The Prince of los Cocuyos: A Miami Childhood was a beautiful and endearing coming-of-age memoir by Richard Blanco. Blanco was born in Madrid, Spain and immigrated as an infant with his family exiled from Cuba to New York City and subsequently to Miami where he spent his childhood. The theme running through the book was the nostalgia and yearning for their former life in Cuba as expressed by his family in this Cuban-American neighborhood in Miami. However, classmates introduced him to the American culture which he yearned for as well, independent of the immigrant experience. This delightful book examines all of his conflicting feelings as he is growing up and searching for his place in the world, grappling with who he is and what his neighborhood and village consists of. His relationship to the neighborhood bodega, 'El Cocuyito' meaning the firefly, is symbolic throughout the book.
It should also be noted that Richard Blanco had the distinction of being the nation's fifth inaugural poet, first reciting his poem "One Today" at the second inauguration of Barack Obama in January 2013.

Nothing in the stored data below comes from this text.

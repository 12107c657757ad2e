"""The fleet pipeline: manifest → tasks → store → drift and verdict per aircraft.

:func:`plan_fleet` turns a validated manifest into tasks (content hash and
settings key per recording) and says which are not yet in the store;
:func:`analyse_fleet` runs those and keeps the results; :func:`assess_fleet`
reads every aircraft's analyses back from the store and judges them
(:func:`clashcheck.analysis.drift.drift` and the build's clash verdict under
its baseline and its latest measured modes).
"""

from __future__ import annotations

import datetime as _dt
import hashlib
import json
from collections.abc import Callable, Sequence
from typing import Any
from dataclasses import dataclass, field

from ..analysis.clash import VERDICTS, check_build
from ..analysis.drift import DriftResult, DriftSettings, ModeFeatures, Observation, drift, label_modes
from ..errors import InputError
from ..inputs.manifest import AircraftEntry, Manifest, RecordingEntry
from ..model.build import Build, MeasuredModes
from ..model.modes import Mode
from .records import AnalysisRecord, ModeRecord
from .runner import Task
from .store import Store

__all__ = [
    "ANALYSIS_VERSION",
    "settings_key",
    "PlannedRecording",
    "FleetPlan",
    "plan_fleet",
    "Progress",
    "RunSummary",
    "analyse_fleet",
    "VerdictChange",
    "AircraftResult",
    "FleetResult",
    "assess_fleet",
]

#: Part of every settings key: bump when the analyses' results change, so stored
#: results of an older analysis are not reused.
ANALYSIS_VERSION = "clashcheck-fleet-1"


def settings_key(entry: RecordingEntry, build_sha256: str | None) -> str:
    """SHA-256 (hex) of everything besides the bytes that shapes a recording's analysis.

    Parameters
    ----------
    entry : RecordingEntry
        The recording (kind and options, in SI).
    build_sha256 : str or None
        Content hash of the build the analysis uses (flight recordings), if any.

    Returns
    -------
    str
        The settings key.
    """
    opts = {k: v for k, v in sorted(entry.options.items()) if k != "build"}
    doc = {"analysis": ANALYSIS_VERSION, "kind": entry.kind, "options": opts, "build": build_sha256}
    return hashlib.sha256(json.dumps(doc, sort_keys=True, default=repr).encode()).hexdigest()


@dataclass(frozen=True)
class PlannedRecording:
    """One recording of one aircraft, ready to analyse."""

    #: The aircraft's id.
    aircraft: str
    #: The manifest's entry.
    entry: RecordingEntry
    #: The reader's column plan.
    columns: Any
    #: The analysis settings.
    settings: Any
    #: The settings key (:func:`settings_key`).
    settings_key: str


@dataclass(frozen=True)
class FleetPlan:
    """Every recording of the fleet, with its settings and the file's size and mtime when planned."""

    #: One per (aircraft, recording), in manifest order.
    recordings: tuple[PlannedRecording, ...]
    #: (size [bytes], mtime [ns]) of every recording file when planned (the hash cache's key).
    stats: dict[str, tuple[int, int]] = field(default_factory=dict)

    def content_of(self, path: str, store: Store) -> str | None:
        """The file's SHA-256 from the store's cache, if it was hashed at this size and mtime.

        Parameters
        ----------
        path : str
            Absolute path of a recording of this plan.
        store : Store
            The store.

        Returns
        -------
        str or None
            The hex digest, or ``None`` when not (yet) hashed.
        """
        size, mtime = self.stats[path]
        return store.cached_hash(path, size, mtime)

    def unhashed(self, store: Store) -> list[str]:
        """Recording files not hashed at their current size and mtime, each once.

        Parameters
        ----------
        store : Store
            The store (its hash cache).

        Returns
        -------
        list of str
            Absolute paths, sorted.
        """
        return sorted({r.entry.path for r in self.recordings if self.content_of(r.entry.path, store) is None})

    def pending(self, store: Store) -> list[Task]:
        """Tasks for every hashed recording whose (content, settings) is not in the store, each once.

        Parameters
        ----------
        store : Store
            The store.

        Returns
        -------
        list of Task
            One per new (content hash, settings key) pair, in manifest order.
        """
        known = store.known()
        out: dict[tuple[str, str], Task] = {}
        for r in self.recordings:
            digest = self.content_of(r.entry.path, store)
            if digest is not None and (digest, r.settings_key) not in known:
                out.setdefault((digest, r.settings_key),
                               Task(path=r.entry.path, kind=r.entry.kind, columns=r.columns,
                                    settings=r.settings, content_sha256=digest, settings_key=r.settings_key))
        return list(out.values())


def _where(aircraft: AircraftEntry, i: int) -> str:
    return f"aircraft {aircraft.id!r}.recordings[{i}]"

"I've bent time and space in the way that the art of memory demands. My poet's soul believes the emotional truth of these pages trumps everything. Read as you would read my poems, trusting that what here is real, beyond what is real--that truer truth which we come to call a life."
"Like Cuba, like New York City, Miami Beach--Yetta's Miami Beach--suddenly became a place I have never been either."
"El Cocuyito was a magical part of my childhood, and despite the reason for employment, I looked forward to working there."
"I remembered Don Gustavo's story of the fireflies that lit up his village in Cuba. El Cocuyito wasn't just a grocery store anymore, it felt like that village to me, a pueblo where everybody knew each other and where, for a few minutes every day, they could pretend they were still in Cuba, surrounded by their own fruits and vegetables, their own sweets and cuts of meat, their own language and fireflies, as if nothing had ever disrupted their lives."